To the writ of entry brought by the demandants, the tenants pleaded nul disseisin, and the trial was simply upon that issue. The tenants proved no title whatever to the land in themselves ; and relied in defence wholly upon the facts, 1st, that there was an estate in the executors when the action was commenced; and, 2dly, that a lease for one year had been made by the executors to one Eliza Keene, who had demanded possession under it, but had not entered, which lease had not expired at the date of the writ. Under their plea they could not deny their own seisin and holding of the premises. Not proving that these were rightful, they could only defend by controverting the seisin of the demandants.
It is now argued for the tenants that the action could not be maintained, because the demandants had no right of entry upon the demanded premises. It was undoubtedly competent for them to disprove the demandants’ seisin, if they could. But proof of a tenancy for years in a third person does not disprove it. The demandants were the only persons seised of a freehold, and therefore the only parties in interest who could maintain a real action. A tenant for years has no seisin. But by Gen. Sts. c. 134, § 3, it is provided that no writ of entry “ shall be maintained unless the demandant has at the time of commencing the same a right of entry into the premises.”

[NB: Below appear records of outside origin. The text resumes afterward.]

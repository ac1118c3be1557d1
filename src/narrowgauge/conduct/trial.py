"""The identity run, and the trial of every arm: what is rounded, and what would escape.

Before anything is measured the kernel runs once under float64 through the whole machinery and must give plain NumPy's
bits: what differs went a way of its own.
"""

from __future__ import annotations

from collections import Counter
from collections.abc import Sequence
from typing import Any

import numpy as np

from narrowgauge.arithmetic.arithmetic import arithmetic_named
from narrowgauge.dispatch.setting import Place, Route, Setting
from narrowgauge.draws.coarsen import Draws
from narrowgauge.draws.streams import Purpose
from narrowgauge.draws.tape import Tape
from narrowgauge.errors import AuditFileError, DispatchError, KernelError
from narrowgauge.kernel.auditfile import AuditFile
from narrowgauge.kernel.contract import check_parameters
from narrowgauge.kernel.loading import KernelSource
from narrowgauge.measure.arms import REFERENCE
from narrowgauge.measure.block import BlockRunner
from narrowgauge.measure.calls import Caller, Quantities
from narrowgauge.record.audit import FaultEntry, ReachEntry, ReachLine, TrialEntry

__all__ = ["identity_run", "try_arms"]

_PATHS = 1024
_LEVEL = 2  # coarse enough to be over at once, fine enough to pass through the time loop more than once
_NOT_REPEATABLE = (
    "a second call with the same draws does not give the same bits",
    "The kernel is not a function of its draws alone; accepted: a kernel whose calls leave nothing behind",
)
_NOT_IDENTICAL = (
    "float64 through the emulation does not give plain NumPy's bits",
    "Either the kernel is not a function of its draws alone, or an operation of it is not emulated rightly",
)


class _Count:
    """An observer that counts operations by line, and the decisions of the control flow."""

    def __init__(self) -> None:
        self.operations: Counter[tuple[Place | None, str, Route]] = Counter()
        self.decisions = 0

    def saw(self, setting: Setting, operation: str, route: Route, operands: Sequence[Any], result: Any) -> None:
        """Count one operation."""
        self.operations[setting.where(), operation, route] += 1

    def decided(self, setting: Setting) -> None:
        """Count one decision."""
        self.decisions += 1


def identity_run(file: AuditFile, kernel: KernelSource, runner: BlockRunner) -> ReachEntry:
    """Run the kernel under plain NumPy and under float64 through the whole machinery; return what the latter reached.

    Raises KernelError where the results differ in any bit, of these two runs or of a repeated one, or the kernel
    raises, and what the machinery refuses; AuditFileError where parameters or targets do not fit the kernel.
    """
    counts = []
    remarks = list(runner.remarks)
    for level in _levels(file):
        counts.append(_Count())
        met = _identical(file, kernel, runner.draws(level, 0, Purpose.IDENTITY, _PATHS), level, counts[-1])
        remarks += [one for one in met if one not in remarks]
    return _reach(counts[0], file, remarks)


def _levels(file: AuditFile) -> list[int]:
    """Return the levels of a trial: one whose time loop is passed through more than once, then the coarsest."""
    return sorted({min(_LEVEL, file.ladder.finest), 0}, reverse=True)


def _identical(file: AuditFile, kernel: KernelSource, draws: Draws | Tape, level: int, count: _Count) -> list[str]:
    """Raise unless plain NumPy, plain NumPy again and float64 through the machinery give the same bits.

    Returns what there is to say about the kernel's random numbers and about the modules that it used.
    """
    plain, repeated = _plainly_twice(file, kernel, draws, level)
    try:
        caller = Caller(file, kernel, arithmetic_named(REFERENCE), count)
        with_machinery = caller.fine(draws, level)
    except DispatchError:
        raise
    except KernelError as problem:
        raise KernelError(str(problem), level=level, arm=REFERENCE) from problem.__cause__
    except KeyboardInterrupt:
        raise
    except BaseException as problem:  # plain NumPy did not raise
        what = f"the kernel raised {type(problem).__name__}: {problem}, where plain NumPy does not"
        raise KernelError(what, level=level, arm=REFERENCE) from problem
    for name in plain | repeated:
        _same_bits(name, plain, repeated, level, _NOT_REPEATABLE)
    for name in plain | with_machinery:
        _same_bits(name, plain, with_machinery, level, _NOT_IDENTICAL)
    _check_targets(file, list(plain))
    said = [f"{file.shown(place.file)}:{place.line}: {text}" if place else text for place, text in caller.remarks]
    said += [f"the module {name} is shared: it was imported as it is and not rounded" for name in caller.copy.shared]
    return said + [f"{name} is compiled: it ran as the Python function underneath" for name in caller.copy.compiled]


def try_arms(file: AuditFile, kernel: KernelSource, runner: BlockRunner) -> TrialEntry:
    """Run the identity run and every narrow arm once on a small sample; return what would be rounded and escape."""
    faults = []
    identical = True
    reach = ReachEntry(operations=0, rounded=0, share=None, decisions=0, lines=[], remarks=[])
    try:
        reach = identity_run(file, kernel, runner)
    except DispatchError as problem:
        identical = False
        faults.append(FaultEntry(arm=REFERENCE, kind="escape", message=str(problem)))
    for arm in runner.arms[1:]:
        for level in _levels(file):
            fault = _fault(file, kernel, runner.draws(level, 0, Purpose.IDENTITY, _PATHS), level, arm)
            if fault is not None:
                faults.append(fault)
                break
    return TrialEntry(identical=identical, reach=reach, faults=faults)


def _fault(file: AuditFile, kernel: KernelSource, draws: Draws | Tape, level: int, arm: str) -> FaultEntry | None:
    """Run one arm on one level and return what stops it, or None."""
    if isinstance(draws, Tape):
        _plainly_twice(file, kernel, draws, level)  # writes what the arm has to ask for
    try:
        Caller(file, kernel, arithmetic_named(arm)).fine(draws, level)
    except DispatchError as problem:
        return FaultEntry(arm=arm, kind="escape", message=str(problem))
    except KernelError as problem:
        raise KernelError(str(problem), level=level, arm=arm) from problem.__cause__
    except KeyboardInterrupt:
        raise
    except BaseException as problem:  # the audit itself keeps what a narrow arm raises as data
        what = f"the kernel raised {type(problem).__name__}: {problem}"
        return FaultEntry(arm=arm, kind="raised", message=what)
    return None


def _plainly_twice(
    file: AuditFile, kernel: KernelSource, draws: Draws | Tape, level: int
) -> tuple[Quantities, Quantities]:
    """Run the kernel twice under plain NumPy; what it raises is a KernelError with the kernel's own as its cause."""
    arm = "plain NumPy"
    try:
        caller = Caller(file, kernel, None)
        check_parameters(caller.copy.function, file)
        first = caller.fine(draws, level)
        return first, caller.fine(draws, level)
    except KernelError as problem:
        raise KernelError(str(problem), level=level, arm=arm) from problem.__cause__
    except (AuditFileError, DispatchError):  # no such function, other parameters, or draws that are not offered
        raise
    except KeyboardInterrupt:
        raise
    except BaseException as problem:  # the reference: its own traceback is shown
        what = f"the kernel raised {type(problem).__name__}: {problem}"
        raise KernelError(what, level=level, arm=arm) from problem


def _check_targets(file: AuditFile, quantities: list[str]) -> None:
    """Raise AuditFileError unless the target names the quantities that the kernel returns."""
    if file.target is None:
        return
    names = ", ".join(quantities)
    for key in ("rmse", "largest_correction"):
        figures = getattr(file.target, key)
        for name in figures if isinstance(figures, dict) else ():
            if name not in quantities:
                where = f"target.{key}.{name}"
                raise AuditFileError(file.source, where, "the kernel returns no such quantity", names)
    rmse = file.target.rmse
    accepted = f"a table with a number for each of {names}"
    if isinstance(rmse, dict):
        missing = [name for name in quantities if name not in rmse]
        if missing:
            raise AuditFileError(file.source, "target.rmse", f"no number for {missing[0]}", accepted)
    elif len(quantities) > 1:
        raise AuditFileError(file.source, "target.rmse", f"one number for {len(quantities)} quantities", accepted)


def _same_bits(name: str, plain: Quantities, other: Quantities, level: int, words: tuple[str, str]) -> None:
    if name not in plain or name not in other:
        raise KernelError(f"the quantity {name!r} is returned in one of two runs only", level=level)
    here, there = plain[name], other[name]
    differs = (here.view(np.int64) != there.view(np.int64)) & ~(np.isnan(here) & np.isnan(there))
    if not differs.any():
        return
    first, (what, reason) = int(np.argmax(differs)), words
    raise KernelError(
        f"{what} for {name!r}: {int(differs.sum())} of {here.size} paths differ, the first is path {first} with "
        f"{float(there[first])!r} for {float(here[first])!r}. {reason}",
        level=level,
    )


def _reach(count: _Count, file: AuditFile, remarks: list[str]) -> ReachEntry:
    lines = [
        ReachLine(
            file=file.shown(place.file) if place else None,
            line=place.line if place else None,
            operation=operation,
            route=route,
            count=number,
        )
        for (place, operation, route), number in sorted(count.operations.items(), key=lambda item: _order(item[0]))
    ]
    # A sum in a stated order rounds each partial result.
    rounded = sum(line.count for line in lines if line.route in ("rounded", "accumulated"))
    whole = sum(line.count for line in lines if line.route == "whole")
    return ReachEntry(
        operations=sum(line.count for line in lines),
        rounded=rounded,
        share=rounded / (rounded + whole) if rounded + whole else None,
        decisions=count.decisions,
        lines=lines,
        remarks=remarks,
    )


def _order(key: tuple[Place | None, str, Route]) -> tuple[str, int, str]:
    place, operation, _ = key
    return (place.file, place.line, operation) if place else ("", 0, operation)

The answer to this is, that the demandants had a right of entry, in the sense in which that term is used in the statute. It *350does not mean the right of possession as between landlord 0and tenant for years, but the right to go upon the land for the purpose of regaining the seisin. Thus it is said that a right of entry in the lessor is necessary to maintain the action of ejectment. Stearns on Real Actions, 55. The possession of a tenant for years is the possession of his landlord. Until the reign of Edward III. a lessee for years ousted by a stranger had no remedy by which to recover his estate, but to apply to his lessor to bring a real action to recover back the seisin of the freehold from the trespasser; and then the lessor having obtained the seisin, the tenant’s right to have his term again attached, and it became revested in him. Smith on Land. & Ten. 10. And as between the owner of the fee and the disseisor, the right of entry accompanies the lawful seisin ; the disseisin having ousted and dispossessed the tenant as well as the landlord; and the entry operating to restore the rights of both. The demandants’ seisin undoubtedly gave them a right of entry, carrying with it the right of possession, against all persons except the tenants for years. But the tenants for years had been dispossessed by the disseisin ; and so no possession of theirs could be violated by the demandants’ entry. And there are authorities for the doctrine that the owner of the reversion has a right of entry on a tenant for years, without dispossessing him, as to view in respect of waste, to demand rent where a rent is reserved, to repair or the like, without any express reservation, though it is usual expressly to reserve this right in leases. Bro. Ab. Tresp. 97. Hunt v. Dowman, Cro. Jac. 478.
The sub-lease to Mrs. Keene stands on the same ground, with the additional objection that in her case there had been no entry made under it, and that she had therefore no possession- even sufficient to maintain trespass against a wrongdoer.
The tenants’ claim for improvements or betterments is concluded by the finding of the court, as a fact, that the tenants did not hold the premises under a title which they had reason to believe good. We cannot revise this finding. It does not ever appear that all the facts upon which it was made are reported. If they are, it would seem that the tenants did not understand *351that they entered or held under any title, but under a paroi contract which could not be enforced. This point, however, is not open. Exceptions overruled.